A YACC-like parser generator for Lua.
All of the code in this repository was originally authored by stravant. So make sure you get your attributions correct! This repository was created so that myself and others may reap the benefits of Git and GitHub upon this project.
This README was adapted from a post made by stravant, which describes how LuaText is used.
See the Links section for various links to original sources.
The follow example gives an overview of how to use LuaText:
luatext = require 'luatext'
parser = luatext.MakeParser(definition)
parser(rule, input, actions)
The luatext
module contains a single function called MakeParser
. This
function accepts one argument, which is a string. This is a grammar
definition, whose syntax is described in the next section. MakeParser returns
a parser function, which is used to parse input. This function accepts three
arguments.
The first argument is a string, which is the name of a rule defined in the grammar. Input will be parsed starting from this rule.
The second argument is the input string to parse.
The third, optional, argument is a table of "actions", which are functions that may be executed while input is parsed. Actions are described in the next section.
The value returned by the parser function depends on the grammar definition. If the definition contains captures (see next section), then the function will return the results of these captures. If not, then it will return as much of the input as it was able to parse. The function will return nil if it was unable to parse the input.
The syntax of the grammar files is close to that of YACC.
The grammar definition is a made up of a set of rules, with the syntax:
<ruleName> := rules ;
More complex rules are made by combining a sequence of base rules, and rules which can be defined using a set of operators. The base rules to start out with are:
<number>
: Any number, possibly with decimal places and exponents on it.<string>
: A string delimited with either double or single quotes.<ident>
: Any valid programming identifier.<word>
: Any sequence of numbers/letters. Like ident, but may start with a digit.<eof>
: Matches the end of the input string.
You can build up the base rules using the following operators, as well as using parentheses to specify order of operations.
<rule> <rule> ...
The sequence operator (plain whitespace). If all of the rules match, then it matches.
<rule> | <rule> | ... :=
The or operator. If any of the rules match, then it matches.
[ <rule> ]
The maybe operator. Matches either the rule or not the rule.
<rule>*
The any-number-of operator. Matches any number of the rule, including zero.
<rule>+
The one-or-more operator. Matches one or more of the rule, but not zero.
`text`
The literal rule. Matches the given text exactly and nothing else.
$( rule )
The everything-up-to rule. Matches everything up to, but not including, the contained rule.

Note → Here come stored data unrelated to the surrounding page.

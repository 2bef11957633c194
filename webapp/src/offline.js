// Offline support for the page: registers the service worker (../sw.js), reports
// whether the whole site is saved on this device, and tells the page when a new
// version is waiting so the user chooses when to switch.
//
//   startOffline({onState, onUpdate}) -> {ready: Promise<registration|null>, checkForUpdate(), state()}
//   onState({precached, total, done, error, version, updating, bytes, total_bytes})
//       bytes: received so far (files done and parts of those downloading), null when unknown
//       precached is true only once the active worker's cache holds every file
//       of its build manifest (checked file by file by the worker).
//   onUpdate(applyFn)
//       a new version finished precaching and waits; applyFn() activates it and
//       reloads the page. Save what the user typed before calling it.

const SW_URL = new URL("../sw.js", import.meta.url);

export function startOffline({ onState = () => {}, onUpdate = () => {} } = {}) {
  let state = { precached: false, total: 0, done: 0, error: null, version: null, updating: false, bytes: null,
    total_bytes: null };
  let offeredWorker = null;
  let applying = false;

  const emit = (patch) => {
    state = { ...state, ...patch };
    try { onState({ ...state }); } catch (err) { console.error(err); }
  };

  if (!("serviceWorker" in navigator)) {
    emit({ error: "this browser cannot keep the app for offline use (no service worker support)" });
    return { ready: Promise.resolve(null), checkForUpdate: async () => false, state: () => ({ ...state }) };
  }
  const sw = navigator.serviceWorker;

  sw.addEventListener("message", (event) => {
    const msg = event.data || {};
    if (msg.type !== "tamis-precache") return;
    if (aboutThisPage(event.source)) {
      emit({ precached: Boolean(msg.complete), total: msg.total, done: msg.done, error: msg.error || null,
        version: msg.version, updating: false, bytes: msg.bytes ?? null, total_bytes: msg.total_bytes ?? null });
    } else {
      // A new version installing beside the active one: the current version
      // stays available offline meanwhile.
      emit({ updating: !msg.complete && !msg.error, error: msg.error || state.error });
    }
  });

  sw.addEventListener("controllerchange", () => {
    if (applying) window.location.reload();
    else askStatus();
  });

  let registered = null;
  // A message is about the version this page runs on when it comes from the
  // controlling worker; with no controller (first visit, or a forced reload that
  // bypassed it), from the active worker, or from the first worker installing
  // while there is no active one. Any other worker is a new version installing.
  // The worker itself cannot tell: Firefox has no `self.serviceWorker` inside a
  // service worker, so a worker cannot compare itself with registration.active;
  // the page compares `event.source` with its own controller, which holds in
  // Chromium, Firefox and WebKit (e2e/engines).
  function aboutThisPage(source) {
    if (sw.controller) return source === sw.controller;
    const active = registered && registered.active;
    return !active || source === active;
  }

  function askStatus() {
    // The controlling worker, or the active one when a forced reload bypassed it.
    const target = sw.controller || (registered && registered.active);
    if (target) target.postMessage({ type: "tamis-status" });
  }

  function offer(registration) {
    const waiting = registration.waiting;
    if (!waiting || !sw.controller || waiting === offeredWorker) return;
    offeredWorker = waiting;
    onUpdate(() => {
      applying = true;
      waiting.postMessage({ type: "tamis-skip-waiting" });
    });
  }

  function watch(registration) {
    offer(registration);
    registration.addEventListener("updatefound", () => {
      const installing = registration.installing;
      if (!installing) return;
      installing.addEventListener("statechange", () => {
        if (installing.state === "installed") offer(registration);
        if (installing.state === "activated" && !state.precached) askStatus();
        if (installing.state === "redundant" && !registration.waiting && !registration.active) {
          // The worker's own message names the file that failed; it may arrive
          // just after this event, so the generic text waits for it briefly.
          setTimeout(() => {
            if (!state.error) emit({ precached: false, error: "saving the app for offline use failed" });
          }, 1000);
        }
      });
    });
  }

  const ready = sw.register(SW_URL, { updateViaCache: "none" }).then((registration) => {
    registered = registration;
    watch(registration);
    askStatus();
    return registration;
  }).catch((err) => {
    emit({ precached: false, error: `the offline service worker could not be registered: ${err.message}` });
    return null;
  });

  async function checkForUpdate() {
    const registration = await ready;
    if (!registration) return false;
    try {
      await registration.update();
    } catch (err) {
      return false;  // offline: nothing to compare against
    }
    offer(registration);
    return Boolean(registration.installing || registration.waiting);
  }

  return { ready, checkForUpdate, state: () => ({ ...state }) };
}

The next concept is an error-point. An error point is a type of rule which turns a non-match into an error. If any of the rules after an error point fail to match, then the error specified in the error point will be thrown. An error point is written as a string delimited with exclamation points:
!Error: Code after me failed.!
The final concept is that of a capture. It would be relatively useless if all the parser could do was verify that something matched. A capture lets you execute some sort of action or build some sort of data structure when something matches, rather than just simply matching it. Each top-level rule has a piece of data associated with it, and the following captures can be used to manipulate it:
{}( <rule> )
The simple capture. It sets the piece of data to what the rule matched. i.e.
data = match
{name}( <rule> )
The named capture. It sets the field name
of data to what the rule
matched. i.e. data.name = match
{[]}( <rule> )
The array capture. It appends what the rule matched to the data. i.e.
data[#data+1] = match
{name[]}( <rule> )
The named-array capture. It appends what the rule matched to the name
field of the data. i.e. data.name[#data.name+1] = match
There is one more special kind of capture. This is the action capture, which calls one of the functions in the table of actions passed to the generated parser function (Usage). The action capture is written like so:
{name()}( <rule> )
The action capture calls the function name
in the actions table, with what
the rule matched as the argument. The rule's data will be set to whatever the
function returns. i.e. data = name(match)
Here are some example grammars:
<vector> := <number> `,` <number> `,` <number> ;
Matches any set of three numbers separated by commas.
<print> := `print` ( <string> | `(` <string> `)` ) ;
Matches a simple Lua print statement. That is, a "print" followed by either a plain string, or a string and brackets.
<vector> := {x}( <number> ) `,` {y}( <number> ) `,` {z}( <number> ) ;
Same as the first vector match, but captures the three coordinates into the data struct. The data struct for the vector rule starts out empty, and then the named-captures will set the x, y, and z fields of the data table to three coordinates.
<printVectorCommand> := `print` {printVector()}( <vector> ) ;
Here's an example of a complete top level rule. Using the rule from that last example, we can also use an action-capture to do something with the captured coordinates. Now if you added a "printVector" function to the actions table when you call this rule, the printVector function would be called with the table of x/y/z coordinates that the vector rule captured.
See the examples directory for more complicated examples.